Monday, June 8, 2015

lilacs gone wild


I like our old and wild lilacs. No one has hummingly tended them, no gloved gardener in pleated work shorts has cinched her wide-brimmed hat and knelt or stretched for the dead brown sprays. They are ropey old broads, a collective of them. They’ve dispensed with show and gone for height. They are too wicked and busy to clear the unproductive suckers. Perhaps that’s where they hang their potions.

It’s the old turn-about. At first the scraggy shrubs sat on my chest like another chore, a should just about last in line behind getting the garden in and weeding the blueberries. I interpreted it according to me. My lilacs, my house, my judgment. What might people think of us, new-neighbors-with-their-abandoned-lilacs?
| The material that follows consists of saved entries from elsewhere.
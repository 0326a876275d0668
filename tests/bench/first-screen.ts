import { existsSync, readFileSync } from 'node:fs';
import path from 'node:path';
import { gzipSync } from 'node:zlib';

/** Script of the first route, gzip: what index.html names and what those files import without being asked. */
export function benchFirstScreen(): string {
  const folder = path.resolve('dist/web');
  if (!existsSync(path.join(folder, 'index.html')))
    return 'first screen: not built; run `npm run validate` first';
  const html = readFileSync(path.join(folder, 'index.html'), 'utf8');
  const waiting = [...html.matchAll(/(?:src|href)="(\/assets\/[^"]+\.js)"/g)].map((match) => match[1] ?? '');
  const seen = new Set<string>();
  for (let file = waiting.pop(); file !== undefined; file = waiting.pop()) {
    if (seen.has(file)) continue;
    seen.add(file);
    const source = readFileSync(path.join(folder, file), 'utf8');
    for (const [, name] of source.matchAll(/(?:from|import)\s*"\.\/([^"]+\.js)"/g))
      waiting.push(`/assets/${name}`);
  }
  const bytes = [...seen].reduce(
    (sum, file) => sum + gzipSync(readFileSync(path.join(folder, file))).length,
    0,
  );
  return `first screen: ${(bytes / 1000).toFixed(0)} kB gzip of script in ${seen.size} files, target at most 230`;
}
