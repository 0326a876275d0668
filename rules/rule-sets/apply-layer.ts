import { viewOf } from './edition-view';
import { patchRow, rowsDisplaced } from './patch-row';
import type { DocumentProblem } from './problem';
import { documentName, type Provenance, type ResolvedEdition } from './resolve';
import type { Layer } from './schema';
import { cellWords, limitWords } from './sentences';

/** One layer over an edition: what it removes, replaces, adds and patches, in that order. */
export function applyLayer(
  edition: ResolvedEdition,
  layer: Layer,
): { edition: ResolvedEdition; problems: DocumentProblem[] } {
  const document = documentName(layer);
  const problems: DocumentProblem[] = [];
  const view = viewOf(edition);
  const removed = [...edition.removed];
  const context = { document, problems, removed };

  const rules = applyList({
    ...context,
    kind: 'rule',
    list: 'rules',
    add: layer.add.rules,
    replace: layer.replace.rules,
    remove: layer.remove.rules,
    present: edition.rules,
    key: (rule) => rule.id,
    words: (rule) => `${rule.title}: ${limitWords(rule, view)}`,
    dress: (rule, supplied) => ({ ...rule, supplied }),
  });
  const tables = applyList({
    ...context,
    kind: 'table',
    list: 'tables',
    add: layer.add.tables,
    replace: layer.replace.tables,
    remove: layer.remove.tables,
    present: edition.tables,
    key: (table) => table.id,
    words: (table) => table.title ?? table.id,
    dress: (table, supplied) => {
      const earlier = edition.tables.find(({ id }) => id === table.id);
      return { ...table, supplied, rowsSupplied: rowsDisplaced(table, earlier, document, cellWords) };
    },
  });
  const attributes = applyList({
    ...context,
    kind: 'attribute',
    list: 'attributes',
    add: layer.add.attributes,
    replace: layer.replace.attributes,
    remove: layer.remove.attributes,
    present: edition.attributes,
    key: (attribute) => attribute.name,
    words: (attribute) => attribute.label ?? attribute.name,
    dress: (attribute, supplied) => ({ ...attribute, supplied }),
  });
  const patched = layer.patchRows.reduce(
    (current, patch, i) =>
      patchRow({ tables: current, patch, at: `/patchRows/${i}`, document, problems, cellWords }),
    tables,
  );
  const gone = new Set(
    edition.rules.map((rule) => rule.id).filter((id) => !rules.some((rule) => rule.id === id)),
  );
  return {
    problems,
    edition: {
      ...edition,
      layers: [...edition.layers, { id: layer.id, title: layer.title, edition: layer.edition }],
      designPoint: layer.designPoint ?? edition.designPoint,
      roomToMove: layer.roomToMove ?? edition.roomToMove.filter((id) => !gone.has(id)),
      reportedTolerance: { ...edition.reportedTolerance, ...layer.reportedTolerance },
      quantities: laterWins(edition.quantities, layer.quantities, (each) => each.id),
      documents: laterWins(edition.documents, layer.documents, (each) => each.type),
      attributes,
      tables: patched,
      rules,
      removed,
      cases: edition.layers.length === 0 ? layer.cases : [...edition.cases, ...layer.cases],
    },
  };
}

interface ListChange<Given, Kept> {
  document: string;
  problems: DocumentProblem[];
  removed: ResolvedEdition['removed'];
  kind: 'rule' | 'table' | 'attribute';
  list: 'rules' | 'tables' | 'attributes';
  add: Given[];
  replace: Given[];
  remove: string[];
  present: Kept[];
  key: (entry: Given) => string;
  words: (entry: Kept) => string;
  dress: (entry: Given, supplied: Provenance) => Kept;
}

function applyList<Given, Kept extends Given & { supplied: Provenance }>(
  change: ListChange<Given, Kept>,
): Kept[] {
  const { document, problems, removed, kind, list, key, words, dress } = change;
  let kept = change.present;
  const dangling = (pointer: string, act: string, id: string) =>
    problems.push({
      pointer,
      detail: `${document} ${act} the ${kind} ${id}, which the edition does not have.`,
      fix: `Correct the id, or take the ${kind} ${id} out of the layer.`,
    });

  change.remove.forEach((id, i) => {
    const gone = kept.find((entry) => key(entry) === id);
    if (!gone) {
      dangling(`/remove/${list}/${i}`, 'removes', id);
      return;
    }
    removed.push({ kind, id, document, text: words(gone) });
    kept = kept.filter((entry) => entry !== gone);
  });
  change.replace.forEach((entry, i) => {
    const old = kept.find((each) => key(each) === key(entry));
    if (!old) {
      dangling(`/replace/${list}/${i}`, 'replaces', key(entry));
      return;
    }
    const displaced = [...old.supplied.displaced, { document: old.supplied.document, text: words(old) }];
    kept = kept.map((each) => (each === old ? dress(entry, { document, displaced }) : each));
  });
  change.add.forEach((entry, i) => {
    if (kept.some((each) => key(each) === key(entry))) {
      problems.push({
        pointer: `/add/${list}/${i}`,
        detail: `${document} adds the ${kind} ${key(entry)}, which the edition already has.`,
        fix: 'Put it under replace, or give it an id of its own.',
      });
      return;
    }
    kept = [...kept, dress(entry, { document, displaced: [] })];
  });
  return kept;
}

function laterWins<T>(earlier: T[], later: T[], key: (entry: T) => string): T[] {
  const own = new Set(later.map(key));
  return [...earlier.filter((entry) => !own.has(key(entry))), ...later];
}
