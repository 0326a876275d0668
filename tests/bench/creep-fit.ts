import { creepBandAt } from '#rules/calculations/creep-band';
import { sigmoidCompliance } from '#rules/calculations/creep-compliance';
import { fitCreep } from '#rules/calculations/creep-fit';
import { timingOf, told } from './measure';

/** A sigmoid through 11 points with its band at each of them, over a thousand synthetic problems with a seed. */
export function benchCreepFit(): string {
  const problems = syntheticProblems(PROBLEMS);
  const times: number[] = [];
  let converged = 0;
  for (const [place, points] of [...problems.slice(0, WARM_UPS), ...problems].entries()) {
    const start = performance.now();
    const result = fitCreep('sigmoid', points);
    if (result.ok) for (const { t } of points) creepBandAt(result.fit, t, 0.95);
    const taken = performance.now() - start;
    if (place < WARM_UPS) continue;
    times.push(taken);
    if (result.ok && result.fit.converged) converged += 1;
  }
  return `creep fit, 11 points, with band: ${told(timingOf(times))}, target at most 1 ms; ${converged} of ${PROBLEMS} converge`;
}

const PROBLEMS = 1000;
const WARM_UPS = 500;

function syntheticProblems(count: number): { t: number; D: number }[][] {
  let state = 20260301;
  const uniform = () => {
    state = (state * 1664525 + 1013904223) % 4294967296;
    return (state + 0.5) / 4294967296;
  };
  const normal = () => Math.sqrt(-2 * Math.log(uniform())) * Math.cos(2 * Math.PI * uniform());
  return Array.from({ length: count }, () => {
    const D0 = 0.02 * 10 ** uniform();
    const Dinf = D0 * 10 ** (0.5 + 1.5 * uniform());
    const parameters = { D0, Dinf, tau: 10 ** (5 * uniform()), n: 0.2 + 0.8 * uniform() };
    const noise = 0.03 * uniform();
    return Array.from({ length: 11 }, (_, i) => {
      const t = 10 ** (0.3 * i);
      const exact = sigmoidCompliance(parameters, t);
      return { t, D: (exact.ok ? exact.value : 1) * Math.exp(noise * normal()) };
    });
  });
}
Now I couldn’t care less. I freaking love those goddamn winners. If I stop thinking about myself for one hot second they explode in wild, exquisite singularity. I don’t think anyone planted them – or someone planted one a good long time ago and they’ve spread by suckers ever since. No one can really see them, anyway. They have their own agenda. They are twisted with ragged bark, like old grape or laurel. They reach away from the shade of the oak, into my shaggy lawn. Neighboring alpacas nibble their backsides.

I suppose they are cultivars, and as such might be happy with some attention and care and coaxing. But I’m not eating them any time soon – I’ll diligently prune the apples and raspberries. I don’t even care if they stop flowering. I want to see what those gnarly old birds can do.